Fast K-best optimization for graphs of bounded treewidth
Denis Kurz, a student of Petra Mutzel at Dortmund, visited Irvine last year. Since Kurz had already done some work on \( k \) shortest simple paths with Mutzel, that's what we worked on during his visit. Our paper is now online as a preprint: "\( K \)-Best Solutions of MSO Problems on Tree-Decomposable Graphs", arXiv:1703.02784.
If you just want the \( k \) shortest paths between two vertices in a graph, and you don't care whether a path might have repeated vertices in it, you can do it in constant time per path after a near-linear amount of preprocessing — this is the result from my FOCS'94 / SICOMP'98 paper "Finding the \( k \) shortest paths", still my most heavily cited paper. This works well, for instance, when the input is a DAG, because in that case repeated vertices are impossible. But it's less interesting in road networks: you wouldn't want to ask your GPS for an alternative route and be told to follow the same route as before except for turning into a short cul-de-sac and then coming back out of it, somewhere in the middle of the route.
What is often used instead is an algorithm for \( k \) shortest simple paths: each path has to avoid repeated vertices and edges. They can still be found, but not as efficiently. Although heuristic improvements have been developed, the best algorithm (in terms of its worst-case complexity) is still the one from a 1971 paper by Jin-Yu Yen, whose time is \( O(mn) \) per path, much slower. And there's some evidence in a FOCS'10 paper of Williams and Williams that this time bound, which is cubic for dense graphs, is the best possible: it can't be improved to have a better exponent of \( n \) than three without making similar improvements to several other famous algorithmic problems. Their result doesn't rule out moving the cubic part of the cost from being per-path to being part of the preprocessing, but I don't know how to do that either.
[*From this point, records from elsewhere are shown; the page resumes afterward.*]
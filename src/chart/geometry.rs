//! Plane geometry of charts: points (1/72 inch), y down.

/// A place on a chart, in points from the upper left corner, y down.
#[derive(Clone, Copy, Debug, Default, PartialEq)]
pub struct Point {
    pub x: f64,
    pub y: f64,
}

impl Point {
    #[must_use]
    pub const fn new(x: f64, y: f64) -> Self {
        Point { x, y }
    }

    /// This point moved by `(x, y)`.
    #[must_use]
    pub const fn moved(self, x: f64, y: f64) -> Self {
        Point::new(self.x + x, self.y + y)
    }

    /// This point moved by `length` along the direction `along`.
    #[must_use]
    pub const fn towards(self, along: Point, length: f64) -> Self {
        Point::new(self.x + along.x * length, self.y + along.y * length)
    }

    #[must_use]
    pub const fn minus(self, other: Point) -> Self {
        Point::new(self.x - other.x, self.y - other.y)
    }

    #[must_use]
    pub fn length(self) -> f64 {
        (self.x * self.x + self.y * self.y).sqrt()
    }

    #[must_use]
    pub fn distance(self, other: Point) -> f64 {
        self.minus(other).length()
    }

    /// The same direction at length 1; a vector without length stays as it is.
    #[must_use]
    pub fn unit(self) -> Self {
        let length = self.length();
        if length > 0.0 {
            Point::new(self.x / length, self.y / length)
        } else {
            self
        }
    }

    /// A quarter turn: the direction square to this one.
    #[must_use]
    pub const fn turned(self) -> Self {
        Point::new(-self.y, self.x)
    }

    /// The point at `part` (0 to 1) of the way to `other`.
    #[must_use]
    pub const fn between(self, other: Point, part: f64) -> Self {
        Point::new(
            self.x + (other.x - self.x) * part,
            self.y + (other.y - self.y) * part,
        )
    }

    #[must_use]
    pub const fn cross(self, other: Point) -> f64 {
        self.x * other.y - self.y * other.x
    }

    #[must_use]
    pub const fn dot(self, other: Point) -> f64 {
        self.x * other.x + self.y * other.y
    }

    #[must_use]
    pub const fn is_finite(self) -> bool {
        self.x.is_finite() && self.y.is_finite()
    }
}

/// An upright rectangle, edges included; `left <= right` and `top <= bottom`.
#[derive(Clone, Copy, Debug, Default, PartialEq)]
pub struct Rect {
    pub left: f64,
    pub top: f64,
    pub right: f64,
    pub bottom: f64,
}

impl Rect {
    #[must_use]
    pub const fn new(left: f64, top: f64, right: f64, bottom: f64) -> Self {
        Rect {
            left,
            top,
            right,
            bottom,
        }
    }

    #[must_use]
    pub const fn around(centre: Point, width: f64, height: f64) -> Self {
        Rect::new(
            centre.x - width / 2.0,
            centre.y - height / 2.0,
            centre.x + width / 2.0,
            centre.y + height / 2.0,
        )
    }

    #[must_use]
    pub const fn width(&self) -> f64 {
        self.right - self.left
    }

    #[must_use]
    pub const fn height(&self) -> f64 {
        self.bottom - self.top
    }

    #[must_use]
    pub const fn centre(&self) -> Point {
        Point::new(
            (self.left + self.right) / 2.0,
            (self.top + self.bottom) / 2.0,
        )
    }

    /// This rectangle with every edge moved outward by `by` (inward where negative).
    #[must_use]
    pub const fn grown(&self, by: f64) -> Self {
        Rect::new(
            self.left - by,
            self.top - by,
            self.right + by,
            self.bottom + by,
        )
    }

    #[must_use]
    pub fn contains(&self, point: Point) -> bool {
        self.left <= point.x
            && point.x <= self.right
            && self.top <= point.y
            && point.y <= self.bottom
    }

    #[must_use]
    pub fn holds(&self, other: &Rect) -> bool {
        self.left <= other.left
            && other.right <= self.right
            && self.top <= other.top
            && other.bottom <= self.bottom
    }

    /// Whether the two share more than an edge.
    #[must_use]
    pub fn overlaps(&self, other: &Rect) -> bool {
        self.left < other.right
            && other.left < self.right
            && self.top < other.bottom
            && other.top < self.bottom
    }

    /// The smallest rectangle around both.
    #[must_use]
    pub fn union(&self, other: &Rect) -> Self {
        Rect::new(
            self.left.min(other.left),
            self.top.min(other.top),
            self.right.max(other.right),
            self.bottom.max(other.bottom),
        )
    }

    /// The point of the rectangle nearest to `point`.
    #[must_use]
    pub fn nearest(&self, point: Point) -> Point {
        Point::new(
            point.x.max(self.left).min(self.right),
            point.y.max(self.top).min(self.bottom),
        )
    }

    #[must_use]
    pub const fn corners(&self) -> [Point; 4] {
        [
            Point::new(self.left, self.top),
            Point::new(self.right, self.top),
            Point::new(self.right, self.bottom),
            Point::new(self.left, self.bottom),
        ]
    }

    /// The part of the segment inside the rectangle, as parts (0 to 1) of the way (Liang and Barsky 1984,
    /// ACM Trans. Graph. 3:1).
    #[must_use]
    pub fn clip(&self, from: Point, to: Point) -> Option<(f64, f64)> {
        let way = to.minus(from);
        let (mut enter, mut leave) = (0.0_f64, 1.0_f64);
        for (step, room) in [
            (-way.x, from.x - self.left),
            (way.x, self.right - from.x),
            (-way.y, from.y - self.top),
            (way.y, self.bottom - from.y),
        ] {
            if step == 0.0 {
                if room < 0.0 {
                    return None;
                }
            } else if step < 0.0 {
                enter = enter.max(room / step);
            } else {
                leave = leave.min(room / step);
            }
        }
        (enter < leave).then_some((enter, leave))
    }

    /// The parts of a polyline inside the rectangle.
    #[must_use]
    pub fn clip_line(&self, points: &[Point]) -> Vec<Vec<Point>> {
        let mut parts: Vec<Vec<Point>> = Vec::new();
        let mut open = false;
        for pair in points.windows(2) {
            let &[from, to] = pair else { continue };
            let Some((enter, leave)) = self.clip(from, to) else {
                open = false;
                continue;
            };
            let end = from.between(to, leave);
            match parts.last_mut() {
                Some(part) if open && enter == 0.0 => part.push(end),
                _ => parts.push(vec![from.between(to, enter), end]),
            }
            open = leave == 1.0;
        }
        parts
    }
}

/// Distance from `point` to the segment, and how far along it (0 to 1) the nearest point lies.
#[must_use]
pub fn distance_to_segment(point: Point, from: Point, to: Point) -> (f64, f64) {
    let way = to.minus(from);
    let square = way.dot(way);
    let part = if square > 0.0 {
        (point.minus(from).dot(way) / square).clamp(0.0, 1.0)
    } else {
        0.0
    };
    (point.distance(from.between(to, part)), part)
}

/// Where two segments cross, as parts (0 to 1) of each; `None` for parallel ones.
#[must_use]
pub fn crossing(a: (Point, Point), b: (Point, Point)) -> Option<(f64, f64)> {
    let (u, v) = (a.1.minus(a.0), b.1.minus(b.0));
    let turn = u.cross(v);
    if turn == 0.0 {
        return None;
    }
    let apart = b.0.minus(a.0);
    let (s, t) = (apart.cross(v) / turn, apart.cross(u) / turn);
    ((0.0..=1.0).contains(&s) && (0.0..=1.0).contains(&t)).then_some((s, t))
}

/// Distance between a rectangle and a segment; 0 where they meet.
#[must_use]
pub fn rect_to_segment(rect: &Rect, from: Point, to: Point) -> f64 {
    if rect.clip(from, to).is_some() || rect.contains(from) {
        return 0.0;
    }
    // Apart, two convex figures are nearest at a corner of one of them.
    let ends = rect
        .nearest(from)
        .distance(from)
        .min(rect.nearest(to).distance(to));
    rect.corners().into_iter().fold(ends, |least, corner| {
        least.min(distance_to_segment(corner, from, to).0)
    })
}

/// Whether a point lies inside a polygon (even-odd rule).
#[must_use]
pub fn inside(point: Point, polygon: &[Point]) -> bool {
    let mut within = false;
    let Some(mut last) = polygon.last().copied() else {
        return false;
    };
    for &corner in polygon {
        if (corner.y > point.y) != (last.y > point.y) {
            let x = last.x + (point.y - last.y) / (corner.y - last.y) * (corner.x - last.x);
            if point.x < x {
                within = !within;
            }
        }
        last = corner;
    }
    within
}

#[cfg(test)]
mod tests {
    use super::*;

    #[test]
    fn a_line_through_a_rectangle_keeps_the_part_inside() {
        let rect = Rect::new(0.0, 0.0, 10.0, 10.0);
        let parts = rect.clip_line(&[
            Point::new(-5.0, 5.0),
            Point::new(5.0, 5.0),
            Point::new(5.0, 15.0),
            Point::new(8.0, 15.0),
            Point::new(8.0, 8.0),
        ]);
        assert_eq!(
            parts,
            vec![
                vec![
                    Point::new(0.0, 5.0),
                    Point::new(5.0, 5.0),
                    Point::new(5.0, 10.0)
                ],
                vec![Point::new(8.0, 10.0), Point::new(8.0, 8.0)],
            ]
        );
    }

    #[test]
    fn a_segment_beside_a_rectangle_is_as_far_as_its_nearest_point() {
        let rect = Rect::new(0.0, 0.0, 10.0, 4.0);
        // 3-4-5 triangle from the corner (10, 4).
        let apart = rect_to_segment(&rect, Point::new(13.0, 8.0), Point::new(20.0, 8.0));
        assert!((apart - 5.0).abs() < 1e-12);
        assert_eq!(
            rect_to_segment(&rect, Point::new(-5.0, 2.0), Point::new(20.0, 2.0)),
            0.0
        );
        assert_eq!(
            rect_to_segment(&rect, Point::new(2.0, 1.0), Point::new(3.0, 1.0)),
            0.0
        );
    }

    #[test]
    fn segments_cross_where_they_cross() {
        let cross = crossing(
            (Point::new(0.0, 0.0), Point::new(4.0, 0.0)),
            (Point::new(1.0, -1.0), Point::new(1.0, 3.0)),
        );
        assert_eq!(cross, Some((0.25, 0.25)));
        let apart = crossing(
            (Point::new(0.0, 0.0), Point::new(4.0, 0.0)),
            (Point::new(5.0, -1.0), Point::new(5.0, 3.0)),
        );
        assert_eq!(apart, None);
    }
}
So instead, Denis and I considered whether the time for finding simple paths could be improved if we assumed that the graphs had some additional structure. The answer is yes: for graphs of bounded treewidth we can find the \( k \) shortest simple paths in only logarithmic time per path. It's not quite constant, but it is exponentially faster per path than Yen.
It's not entirely surprising that an improvement is possible for bounded-treewidth graphs (a lot of things are easier for them) but proving it involved a novel combination of algorithmic components including shallow tree decompositions, logical formulations of graph properties, dynamic graph data structures, path-copying partial persistence, and selection in heap-ordered infinite trees.
In part because of the generality of these tools, our main result also ended up being very general: instead of just applying to simple paths, we can find the \( k \) best solutions to a broad family of combinatorial optimization problems on graphs, basically the problems that can be solved efficiently using Courcelle's theorem. For instance, we can find the \( k \) best traveling salesperson tours, no less efficiently than the \( k \) shortest simple paths.